- Exercise instructions -
When you reach the line with "sheath coiled. */" in the data below, begin printing lines exactly, and stop once the line with "private void mark(Statement.LegSeen" has been printed.

*** Opening of Supplied material ***

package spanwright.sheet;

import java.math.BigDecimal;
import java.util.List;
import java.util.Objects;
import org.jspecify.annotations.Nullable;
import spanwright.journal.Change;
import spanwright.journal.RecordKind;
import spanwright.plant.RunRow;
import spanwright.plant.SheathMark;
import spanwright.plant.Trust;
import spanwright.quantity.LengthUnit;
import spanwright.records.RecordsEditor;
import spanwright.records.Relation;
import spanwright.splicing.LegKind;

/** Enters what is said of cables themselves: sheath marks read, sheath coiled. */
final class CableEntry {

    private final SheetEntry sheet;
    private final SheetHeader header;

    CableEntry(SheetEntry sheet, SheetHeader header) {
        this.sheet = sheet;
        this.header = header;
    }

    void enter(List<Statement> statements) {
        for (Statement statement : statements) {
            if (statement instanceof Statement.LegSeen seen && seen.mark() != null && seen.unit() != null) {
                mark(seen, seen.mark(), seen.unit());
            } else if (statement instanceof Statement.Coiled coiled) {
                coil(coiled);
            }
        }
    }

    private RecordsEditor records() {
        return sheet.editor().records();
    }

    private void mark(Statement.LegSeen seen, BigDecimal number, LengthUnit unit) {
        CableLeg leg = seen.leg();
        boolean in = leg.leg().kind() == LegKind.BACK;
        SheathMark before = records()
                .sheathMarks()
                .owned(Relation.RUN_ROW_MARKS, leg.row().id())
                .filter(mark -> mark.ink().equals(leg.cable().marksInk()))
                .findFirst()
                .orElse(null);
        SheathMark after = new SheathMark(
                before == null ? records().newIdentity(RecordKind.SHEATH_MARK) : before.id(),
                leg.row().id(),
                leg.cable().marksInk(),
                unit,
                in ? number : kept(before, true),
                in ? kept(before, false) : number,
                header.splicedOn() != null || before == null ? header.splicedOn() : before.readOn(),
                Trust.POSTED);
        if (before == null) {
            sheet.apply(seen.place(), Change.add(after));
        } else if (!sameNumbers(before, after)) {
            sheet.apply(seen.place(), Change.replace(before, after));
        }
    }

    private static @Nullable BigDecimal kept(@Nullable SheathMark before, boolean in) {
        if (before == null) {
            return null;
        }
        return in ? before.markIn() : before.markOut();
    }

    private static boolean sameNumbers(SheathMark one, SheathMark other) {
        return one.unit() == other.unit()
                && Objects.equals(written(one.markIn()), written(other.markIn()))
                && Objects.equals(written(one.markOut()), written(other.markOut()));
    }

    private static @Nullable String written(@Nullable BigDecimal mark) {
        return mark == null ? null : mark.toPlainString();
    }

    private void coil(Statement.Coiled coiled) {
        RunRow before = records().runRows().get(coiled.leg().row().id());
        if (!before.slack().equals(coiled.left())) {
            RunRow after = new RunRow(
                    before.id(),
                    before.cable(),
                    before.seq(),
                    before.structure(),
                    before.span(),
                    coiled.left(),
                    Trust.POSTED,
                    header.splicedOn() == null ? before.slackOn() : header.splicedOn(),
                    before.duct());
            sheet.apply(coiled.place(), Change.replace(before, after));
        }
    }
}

*** Close of Supplied material ***
*** Opening of Supplied material ***

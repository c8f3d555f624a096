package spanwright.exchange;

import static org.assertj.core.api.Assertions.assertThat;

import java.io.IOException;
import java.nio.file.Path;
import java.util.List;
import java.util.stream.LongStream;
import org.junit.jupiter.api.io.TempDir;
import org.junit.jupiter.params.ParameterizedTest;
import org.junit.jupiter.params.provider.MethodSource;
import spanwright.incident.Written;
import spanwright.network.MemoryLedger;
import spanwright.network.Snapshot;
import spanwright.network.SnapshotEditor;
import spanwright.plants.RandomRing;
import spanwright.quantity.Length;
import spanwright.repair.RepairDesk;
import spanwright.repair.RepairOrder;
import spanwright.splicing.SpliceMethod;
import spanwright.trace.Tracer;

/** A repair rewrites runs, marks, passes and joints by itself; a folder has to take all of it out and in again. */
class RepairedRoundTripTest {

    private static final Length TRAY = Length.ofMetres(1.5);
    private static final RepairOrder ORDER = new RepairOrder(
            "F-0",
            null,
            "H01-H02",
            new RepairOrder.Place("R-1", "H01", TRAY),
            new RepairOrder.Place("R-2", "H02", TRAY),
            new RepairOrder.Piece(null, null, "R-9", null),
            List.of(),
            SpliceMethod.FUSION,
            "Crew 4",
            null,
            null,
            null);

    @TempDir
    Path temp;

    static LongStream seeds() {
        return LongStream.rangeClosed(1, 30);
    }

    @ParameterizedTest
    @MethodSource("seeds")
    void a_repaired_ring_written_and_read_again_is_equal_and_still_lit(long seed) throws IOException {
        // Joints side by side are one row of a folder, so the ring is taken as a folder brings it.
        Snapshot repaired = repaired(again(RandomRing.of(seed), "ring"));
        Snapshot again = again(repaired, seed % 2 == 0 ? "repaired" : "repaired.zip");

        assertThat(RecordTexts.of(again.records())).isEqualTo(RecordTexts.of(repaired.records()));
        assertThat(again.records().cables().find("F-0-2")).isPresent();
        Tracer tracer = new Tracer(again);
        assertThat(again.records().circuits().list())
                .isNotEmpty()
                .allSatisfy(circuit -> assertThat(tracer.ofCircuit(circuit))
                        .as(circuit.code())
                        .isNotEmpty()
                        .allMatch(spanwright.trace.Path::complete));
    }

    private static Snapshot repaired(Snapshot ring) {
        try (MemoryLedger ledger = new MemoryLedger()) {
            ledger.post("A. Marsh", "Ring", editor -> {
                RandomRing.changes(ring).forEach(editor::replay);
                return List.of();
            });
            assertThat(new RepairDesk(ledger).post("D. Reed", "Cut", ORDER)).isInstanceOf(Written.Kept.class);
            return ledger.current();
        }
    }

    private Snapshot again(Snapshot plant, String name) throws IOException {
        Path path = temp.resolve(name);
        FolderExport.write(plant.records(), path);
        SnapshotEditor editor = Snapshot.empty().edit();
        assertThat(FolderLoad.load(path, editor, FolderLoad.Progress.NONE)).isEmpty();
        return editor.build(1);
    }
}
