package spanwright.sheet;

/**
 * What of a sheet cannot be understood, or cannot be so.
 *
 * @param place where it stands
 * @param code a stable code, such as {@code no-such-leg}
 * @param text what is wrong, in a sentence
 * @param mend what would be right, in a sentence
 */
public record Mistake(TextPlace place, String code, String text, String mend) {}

*** Close of Supplied material ***

- Expected answer -
/** Enters what is said of cables themselves: sheath marks read, sheath coiled. */
final class CableEntry {

    private final SheetEntry sheet;
    private final SheetHeader header;

    CableEntry(SheetEntry sheet, SheetHeader header) {
        this.sheet = sheet;
        this.header = header;
    }

    void enter(List<Statement> statements) {
        for (Statement statement : statements) {
            if (statement instanceof Statement.LegSeen seen && seen.mark() != null && seen.unit() != null) {
                mark(seen, seen.mark(), seen.unit());
            } else if (statement instanceof Statement.Coiled coiled) {
                coil(coiled);
            }
        }
    }

    private RecordsEditor records() {
        return sheet.editor().records();
    }

    private void mark(Statement.LegSeen seen, BigDecimal number, LengthUnit unit) {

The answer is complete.